[PROBLEM TO WORK ON]: Look through the data below and extract, unchanged, the lines from the one that contains "level=None, speed=None, averaging=1)" to the one that contains "b = acc.relative", both included.

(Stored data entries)
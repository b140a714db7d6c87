"""A reference set and a meter's stated accuracy made ready for many batches of readings.

:class:`PreparedCorrection` does what :func:`acquire.uncertainty.correct_with_uncertainty`
does for a :class:`acquire.compensation.ReferenceSet`, with everything that depends only on the
frozen set and the meter's settings worked out once: the set's carried forms
(:attr:`~acquire.compensation.ReferenceSet.grid_forms`), its standards' Type A on the grid, the
accuracy's constants (level ratio, speed factor, averaging) checked once. A sweep corrects its
points chunk by chunk as they arrive, so each chunk only places its frequencies, carries the
standards to them and propagates.

Every reading here (the DUT's without repeats and each standard's) has independent real and
imaginary parts of equal variance (one number per point), so each input adds ``|g|²·σ²`` to
both variances of the result (:func:`acquire.uncertainty.propagation.sandwich`); a DUT
uncertainty per part or as a covariance is carried in full.
"""

from __future__ import annotations

import math
from typing import Any

import numpy as np

from acquire.compensation.interpolation import uncertainty_at
from acquire.errors import InputError
from acquire.uncertainty.accuracy import reading_uncertainty, repeatability
from acquire.uncertainty.propagation import as_covariance, assemble_quiet, derivatives

STANDARD_NAMES = ("open", "short", "load")
_ROOT3 = math.sqrt(3.0)


class ReadingNoise:
    """The stated accuracy of one meter at fixed settings: the variance of a reading's R and X.

    The settings are checked once, at construction, with the messages of
    :mod:`acquire.uncertainty.accuracy`; :meth:`variance` then evaluates its formulas (the same
    operations in the same order) for any frequencies and readings.
    """

    def __init__(self, accuracy: Any, level=None, speed=None, averaging=1) -> None:
        one = np.ones(1)
        reading_uncertainty(one, one, accuracy, level, speed, averaging)
        repeatability(one, one, accuracy, level, speed, averaging)
        n = int(averaging)
        ratio = 1.0 if level is None else accuracy.reference_level / float(level)
        factors = getattr(accuracy, "speed_factors", None) or {}
        factor = factors[speed] if factors and speed is not None else 1.0
        self._accuracy = accuracy
        self._ratio = ratio
        self._root_ratio = math.sqrt(ratio)
        self._scale = factor / math.sqrt(n)

    def k_f(self, f: np.ndarray) -> np.ndarray:
        """The frequency factor ``1 + f/frequency_corner``, shared by all readings at ``f``."""
        return 1.0 + f / self._accuracy.frequency_corner

    def variance(self, k_f, z: np.ndarray, u_a, repeats: int = 1) -> np.ndarray:
        """Per point, the variance (ohm²) of R and of X each: Type A ``u_a`` (one per point) or
        the stated repeatability of the mean of ``repeats`` readings, plus Type B."""
        with np.errstate(invalid="ignore", over="ignore"):
            return self._variance(k_f, z, u_a, repeats)

    def _variance(self, k_f, z: np.ndarray, u_a, repeats: int = 1) -> np.ndarray:
        """:meth:`variance`, inside the caller's ``np.errstate``."""
        acc, r = self._accuracy, self._ratio
        m = np.abs(z)
        floors = acc.low_impedance + m**2 / acc.high_impedance
        # x·1.0 and x/1.0 are x exactly: at the reference level, with one reading and no speed
        # factor those steps are left out
        r_floors = floors if r == 1.0 else r * floors
        b = acc.relative * k_f * (m + r_floors) / _ROOT3
        if u_a is None:
            spread = (m if self._root_ratio == 1.0 else self._root_ratio * m) + r_floors
            a = acc.repeatability * k_f
            if self._scale != 1.0:
                a = a * self._scale
            a = a * spread
            if repeats != 1:
                a = a / math.sqrt(repeats)
        else:
            a = u_a
        out = a**2 + b**2
        finite = np.isfinite(m)
        if not finite.all():
            out[~finite] = np.nan
        return out


class PreparedCorrection:
    """A :class:`~acquire.compensation.ReferenceSet` and stated accuracy ready for many batches.

    ``accuracy`` is None to count only Type A; ``level``, ``speed`` and ``averaging`` are the
    meter's settings; ``load_true_u`` the standard uncertainty of the load's true value.
    :meth:`correct` gives what ``correct_with_uncertainty`` gives for the same inputs.
    """

    def __init__(
        self, refs: Any, accuracy=None, level=None, speed=None, averaging=1, load_true_u=None
    ) -> None:
        forms = refs.grid_forms
        if forms.zo is None and forms.zs is None and forms.zl is None:
            raise InputError("no standard given: the correction needs an open, a short or a load")
        if forms.zl is not None and forms.zt is None:
            raise InputError("a load reading needs the load's true impedance (zt)")
        self.refs = refs
        self._forms = forms
        self._u = {name: getattr(refs, f"{name}_u") for name in STANDARD_NAMES}
        self._repeats = max(1, int(getattr(refs, "repeats", 1) or 1))
        self._noise = None if accuracy is None else ReadingNoise(accuracy, level, speed, averaging)
        self._load_true_u = load_true_u
        self._open_short = forms.zo is not None and forms.zs is not None and forms.zl is None
        held = [
            name
            for name, z in zip(STANDARD_NAMES, (forms.zo, forms.zs, forms.zl), strict=True)
            if z is not None
        ]
        self._held = tuple(held)
        # the held standards' Type A side by side (grid point, standard), carried in one step
        self._u_side: np.ndarray | None = None
        if held and all(self._u[name] is not None for name in held):
            self._u_side = np.stack([np.asarray(self._u[name], dtype=float) for name in held], 1)

    def correct(self, f: np.ndarray, zm: np.ndarray, u_m=None) -> tuple[np.ndarray, np.ndarray]:
        """``(zx, cov)`` for readings ``zm`` at 1-D frequencies ``f`` (float, complex, one shape).

        ``u_m`` is the DUT's Type A in any form :func:`acquire.uncertainty.as_covariance` takes.
        The chunk's work runs inside one ``np.errstate`` (no warning is raised).
        """
        with np.errstate(all="ignore"):
            return self.batch(f, zm, u_m)

    def batch(self, f: np.ndarray, zm: np.ndarray, u_m) -> tuple[np.ndarray, np.ndarray]:
        """:meth:`correct` inside the caller's ``np.errstate``, which ignores every error (a
        sweep's chunk enters one for all its steps)."""
        forms = self._forms
        at = forms.place(f)
        zo, zs, zl, zt = forms.standards(at)
        noise = self._noise
        k_f = None if noise is None else noise.k_f(f)
        v_std: dict[str, Any] = {}
        if self._u_side is not None and noise is not None and k_f is not None:
            # every held standard with its Type A: one variance for all of them side by side
            # (the same operations, point by point, as one standard at a time)
            z_at = {"open": zo, "short": zs, "load": zl}
            side = np.empty((zm.shape[0], len(self._held)), dtype=complex)
            for i, name in enumerate(self._held):
                side[:, i] = z_at[name]
            v = noise._variance(k_f[:, None], side, self._carried_u(at), self._repeats)
            v_std = {name: v[:, i] for i, name in enumerate(self._held)}
        else:
            for name, z in (("open", zo), ("short", zs), ("load", zl)):
                if z is None:
                    continue
                u = uncertainty_at(forms.grid, self._u[name], at)
                if noise is not None:
                    v_std[name] = noise._variance(k_f, z, u, self._repeats)
                elif u is not None:
                    v_std[name] = u**2
        with_zt = self._load_true_u is not None
        k, ratio, grads = derivatives(zm, zo, zs, zl, zt, with_zt)
        zx = k * ratio
        inputs = {"zm": self._dut(k_f, zm, u_m), "zo": v_std.get("open")}
        inputs.update(zs=v_std.get("short"), zl=v_std.get("load"))
        if self._load_true_u is not None:
            inputs["zt"] = _parts(as_covariance(self._load_true_u, zm.shape))
        terms = [(g, inputs[name]) for name, g in grads.items() if _any(inputs.get(name))]
        cov = assemble_quiet(zx, terms)
        if self._open_short:
            t = np.abs(zs / zo)
            model = (t * (2.0 + t) * np.abs(zx) / _ROOT3) ** 2
            cov[..., 0, 0] += model
            cov[..., 1, 1] += model
        return zx, cov

    def _carried_u(self, at) -> np.ndarray:
        """The held standards' Type A at the placed frequencies, (point, standard): what
        :func:`~acquire.compensation.interpolation.uncertainty_at` gives for each."""
        u = self._u_side
        assert u is not None
        a = u[at.index]
        if at.on_grid:
            return a
        upper = at.upper
        if upper is None:
            upper = np.minimum(at.index + 1, u.shape[0] - 1)
        a = a + at.weight[:, None] * (u[upper] - a)
        exact = at.exact_at
        if exact is not None:
            a[exact[0]] = u[exact[1]]
        return a

    def _dut(self, k_f, zm, u_m):
        """The DUT reading's variance (one per point) or covariance components."""
        shape = zm.shape
        if u_m is not None:
            u = np.asarray(u_m, dtype=float)
            if u.shape != shape:
                v = as_covariance(u, shape)
                if self._noise is not None:
                    b = self._noise._variance(k_f, zm, np.zeros(shape))
                    v[..., 0, 0] += b
                    v[..., 1, 1] += b
                return _parts(v)
            u_m = np.broadcast_to(u, shape)
        if self._noise is not None:
            return self._noise._variance(k_f, zm, u_m)
        return None if u_m is None else u_m**2


def _parts(v: np.ndarray) -> tuple[np.ndarray, ...]:
    return v[..., 0, 0], v[..., 0, 1], v[..., 1, 0], v[..., 1, 1]


def _any(v) -> bool:
    if v is None:
        return False
    if isinstance(v, tuple):
        return any(np.asarray(part).any() for part in v)
    return bool(np.asarray(v).any())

[RESULT FOR THIS TASK]:
    def __init__(self, accuracy: Any, level=None, speed=None, averaging=1) -> None:
        one = np.ones(1)
        reading_uncertainty(one, one, accuracy, level, speed, averaging)
        repeatability(one, one, accuracy, level, speed, averaging)
        n = int(averaging)
        ratio = 1.0 if level is None else accuracy.reference_level / float(level)
        factors = getattr(accuracy, "speed_factors", None) or {}
        factor = factors[speed] if factors and speed is not None else 1.0
        self._accuracy = accuracy
        self._ratio = ratio
        self._root_ratio = math.sqrt(ratio)
        self._scale = factor / math.sqrt(n)

    def k_f(self, f: np.ndarray) -> np.ndarray:
        """The frequency factor ``1 + f/frequency_corner``, shared by all readings at ``f``."""
        return 1.0 + f / self._accuracy.frequency_corner

    def variance(self, k_f, z: np.ndarray, u_a, repeats: int = 1) -> np.ndarray:
        """Per point, the variance (ohm²) of R and of X each: Type A ``u_a`` (one per point) or
        the stated repeatability of the mean of ``repeats`` readings, plus Type B."""
        with np.errstate(invalid="ignore", over="ignore"):
            return self._variance(k_f, z, u_a, repeats)

    def _variance(self, k_f, z: np.ndarray, u_a, repeats: int = 1) -> np.ndarray:
        """:meth:`variance`, inside the caller's ``np.errstate``."""
        acc, r = self._accuracy, self._ratio
        m = np.abs(z)
        floors = acc.low_impedance + m**2 / acc.high_impedance
        # x·1.0 and x/1.0 are x exactly: at the reference level, with one reading and no speed
        # factor those steps are left out
        r_floors = floors if r == 1.0 else r * floors
        b = acc.relative * k_f * (m + r_floors) / _ROOT3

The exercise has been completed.